Results are as follows:

  • 6/9
  • 66% of success
  • VM allways get migrated to N3 when it’s not its turn to be turned off (don’t know how ON decide this, trough the votation (quorum(?) system)). For what it may server VM was originally created on N3.

The official documentations lacks of a lots of details tho.
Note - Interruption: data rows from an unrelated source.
def _chain(gas: _Gas, p: _Link, q: _Link, n, fock: bool = True) -> tuple[Fraction, Fraction]:
    """(coefficient of |x||y|, coefficient of x y) in b_n from the chains of three loops with links p and
    q (x, y their parameters): the ring of contact self-energies (4.1) and the Landau term (4.2), summed
    over the possible central species. fock=False keeps only the Hartree part of the exchange contact
    (chains of distinct loops, without exchange between the central loop and a neighbour)."""
    ring = landau = Fraction(0)
    pair = 1 if p == q else 2  # a square of a sum has each cross term twice
    for c in sorted(p.species & q.species):
        spread = _series_coefficient(gas, [("r", _far_end(p, c)), ("r", _far_end(q, c)), ("k", c)], n)
        contact = Fraction(1)
        for link in (p, q):
            if link.i == link.j:
                contact *= (2 if fock else 1) * gas.weight(c, c) * gas.contact[c]
            else:
                contact *= gas.weight(link.i, link.j)
        ring += Fraction(pair, 2) * contact * spread
        landau -= Fraction(pair, 24) / gas.mass[c] ** 2 * spread
    return ring, landau


def chain_part(species: Sequence[Species], mutual: Mapping[tuple[int, int], sympy.Symbol],
               multi_index: Sequence[int], about="boson", fock: bool = True) -> dict:
    """Second-order contributions of the chains of three loops to b_n, {monomial: Rational}.

    They are the whole second-order coefficient of a product of two different mutual parameters sharing
    a species, and one part of the coefficient of a square or of an exchange-times-mutual product
    (docs/perturbative.md, section 4). A square x^2 collects its ring and Landau parts.
    """
    gas = _Gas(species, _points(about, len(species)))
    links = _links(species, mutual)
    n = _index(multi_index, len(species))
    out: dict = {}
    for p, q in combinations_with_replacement(links, 2):
        ring, landau = _chain(gas, p, q, n, fock)
        if p == q:
            out[p.symbol ** 2] = ring + landau
        else:
            out[sympy.Abs(p.symbol) * sympy.Abs(q.symbol)] = ring
            out[p.symbol * q.symbol] = landau
    return {m: sympy.Rational(v.numerator, v.denominator) for m, v in out.items()}


def _pair_with_one(gas: _Gas, link: _Link, n):
    """For b_n with two particles of species i and one of species j (link = the mutual pair {i, j}): the
    d_ij^2 coefficient of the cluster of the 2-cycle of species i with the one-particle loop of j
    (section 4e), (m_i/2 + m_j/4)/m_ref: the relative curve cut into its two pairs, each closed by the
    chord between its ends; 3/4 for equal masses, as Sen's symmetry gives, and the static limits
    m_i -> inf, one flux 2 d, and m_j -> inf, one static flux d. The 2-cycle's sign about fermions flips
    it. None for any other n. (Its e_i d_ij coefficient, -(m_j/m_ref)/4, is the p = 2, q = 1 case of
    `angle_area.angle_area_coefficients`.)"""
    if link.i == link.j:
        return None
    pairs = [(a, b) for a, b in ((link.i, link.j), (link.j, link.i)) if n[a] == 2 and n[b] == 1]
    if sum(n) != 3 or not pairs:
        return None
    i, j = pairs[0]
    return gas.sign[i] * (gas.mass[i] / 2 + gas.mass[j] / 4)


def _beyond_the_chains_of_three(gas: _Gas, i: int) -> Fraction:
    """The e_i^2 coefficient of b_3 (three particles of species i) beyond the chains of three loops:
    the loop + 2-cycle cluster beyond its ring part, +1/2 (Sen's symmetry with the exact b_2; its sign
    flips about fermions with the 2-cycle), plus the 3-cycle beyond its ring part, X_C = 0 (the single-pair
    Aharonov-Bohm integral, the contact-contact integral 3/2 + 2 ln 2 and the angle covariance
    2 ln 2 - pi^2/24 + Li_2(1/4)/4 of its three pairs; docs/perturbative.md, section 4d). Times m_i/m_ref:
    b_3 of one species scales with its mass in the plane."""
    return gas.sign[i] * gas.mass[i] / 2


def _two_species_square(gas: _Gas, link: _Link, n):
    """The d^2 coefficient of b_n of two species i, j (|n| >= 4) for the mutual link d = d_ij, exactly:
    the chains of three loops plus the link squared of the cluster of the n_i-cycle of i with the
    n_j-cycle of j in closed form (section 4k: a rational number plus rational multiples of sqrt(D) ln u,
    `link_integrals.exact_coefficient`), signed by the cycles' transpositions about fermions. A sympy
    expression."""
    from .link_integrals import exact_coefficient
    i, j = link.i, link.j
    a, b = n[i], n[j]
    sign = gas.sign[i] ** (a - 1) * gas.sign[j] ** (b - 1)
    ring, landau = _chain(gas, link, link, n)
    chains = ring + landau
    return sympy.Rational(chains.numerator, chains.denominator) + sign * exact_coefficient(a, b, gas.mass[i], gas.mass[j])


def _one_species_square(gas: _Gas, link: _Link, n) -> sympy.Expr:
    """The e^2 coefficient of b_n of one species i, n_i >= 4: the chains of three loops (with the
    n-cycle's ring part) plus every two-loop cluster {p-cycle, q-cycle}, p + q = n_i, exactly (the link
    squared in closed form, section 4k, and the angle-area parts, 4i; one species' units: a cluster with
    p = q counts half; signed (-1)^n_i about fermions, one sign per transposition of the two cycles), plus
    the n-cycle alone beyond its ring part (`cycle_square`, section 4l: computed exactly, zero for every n
    so far; signed (-1)^(n_i - 1) about fermions: its total angle is pi (n_i - 1) mod 2 pi), times
    m_i/m_ref."""
    from .angle_area import one_species_units
    from .cycle_square import cycle_square, ring_part
    from .link_integrals import exact_coefficient
    i = link.i
    k = n[i]
    ring, landau = _chain(gas, link, link, n)
    clusters = sum((exact_coefficient(p, k - p) / (2 if 2 * p == k else 1) + sum(one_species_units(p, k - p))
                    for p in range((k + 1) // 2, k)), sympy.Integer(0))
    ring_k = ring_part(k)
    alone = cycle_square(k) - sympy.Rational(ring_k.numerator, ring_k.denominator)
    mass = sympy.Rational(gas.mass[i].numerator, gas.mass[i].denominator)
    chains = sympy.Rational((ring + landau).numerator, (ring + landau).denominator)
    return sympy.expand(chains + gas.sign[i] ** k * mass * clusters + gas.sign[i] ** (k - 1) * mass * alone)


def _acts(link: _Link, n) -> bool:
    """Whether the link's parameter can enter b_n at all: an exchange needs two particles of its species."""
    return n[link.i] >= 2 if link.i == link.j else n[link.i] >= 1 and n[link.j] >= 1


def _second_order(gas: _Gas, p: _Link, q: _Link, n, closed_forms: bool = True):
    """{monomial: value or None (not derived)} for the second-order monomials of the link pair (p, q)."""
    x, y = p.symbol, q.symbol
    support = frozenset(i for i, v in enumerate(n) if v)
    if p == q:
        if support != p.species or not _acts(p, n):
            return {x ** 2: Fraction(0)}
        if sum(n) == 2:
            return {x ** 2: _two_body_square(gas, p, n)}
        if sum(n) == 3 and p.i == p.j:
            ring, landau = _chain(gas, p, p, n)
            return {x ** 2: ring + landau + _beyond_the_chains_of_three(gas, p.i)}
        pair = _pair_with_one(gas, p, n)
        if pair is not None:
            ring, landau = _chain(gas, p, p, n)
            return {x ** 2: ring + landau + pair}
        if not closed_forms:
            return {x ** 2: None}
        if p.i != p.j:
            return {x ** 2: _two_species_square(gas, p, n)}
        return {x ** 2: _one_species_square(gas, p, n)}
    monomials = (sympy.Abs(x) * sympy.Abs(y), x * y)
    if not p.species & q.species or support != p.species | q.species or not (_acts(p, n) and _acts(q, n)):
        return dict.fromkeys(monomials, Fraction(0))
    ring, landau = _chain(gas, p, q, n)
    if p.i == p.j or q.i == q.j:
        # exchange times mutual: two contact vertices meet only in the ring; the vector potentials also
        # meet in the cluster of the n_i-cycle of i with the n_j-cycle of j, through the self angles of
        # the i-cycle and the area of the link (section 4i, exact for any masses)
        exchange, mutual = (p, q) if p.i == p.j else (q, p)
        if mutual.i == mutual.j:
            return {monomials[0]: ring, monomials[1]: None}
        i = exchange.i
        j = mutual.j if mutual.i == i else mutual.i
        own, _ = angle_area_coefficients(n[i], n[j], gas.mass[i], gas.mass[j])
        sign = gas.sign[i] ** (n[i] - 1) * gas.sign[j] ** (n[j] - 1)
        return {monomials[0]: ring, monomials[1]: landau + sign * Fraction(int(own.p), int(own.q))}
    # two mutual links around a shared species: Hartree chains only (ring and Landau)
    return {monomials[0]: ring, monomials[1]: landau}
Is there another one with more details?

I now will post some logs to be more clear:

(Pane0 (up left) will show /var/log/one/$VM_ID.log, while Pane1 (up right) will show /var/log/one/monitord.log and Pane2 (down) will show /var/log/one/onehem.log):

This log show the tests when the VM is stuck at the UNKOWN state

(Pane0 (up left) will show /var/log/one/$VM_ID.log, while Pane1 (up right) will show /var/log/one/monitord.log and Pane2 (down) will show /var/log/one/onehem.log):

This log show the tests when the migration is successfully

And this is the only error that oned.log shows that is (I guess) related to the migration tasks:

I’m not really sure if this error is related to the VM’s HA


So, I would like to achieve a 100% success when a node is shutdown (in my tests) or disconnected (it may happen… I mean, that’s what VM’s HA are for, isn’t?) if the node is hosting a VM OpenNebula do a Live migrate of the VM to a live node.

  • What am I doing wrong?
  • What can I do better?
  • Any extra info needed?

Hey guys… Any chances I could get any help???

So it seems that the test that are failing for you are functionally similar from others that works; just node is different. You can access the execution details of the hooks (maybe the hook execute successfully but some operation was not completed) onehook show will show you the executions and -e the details of an specific execution. You can also add some debug info to the hook if there is no relevant info the hook output.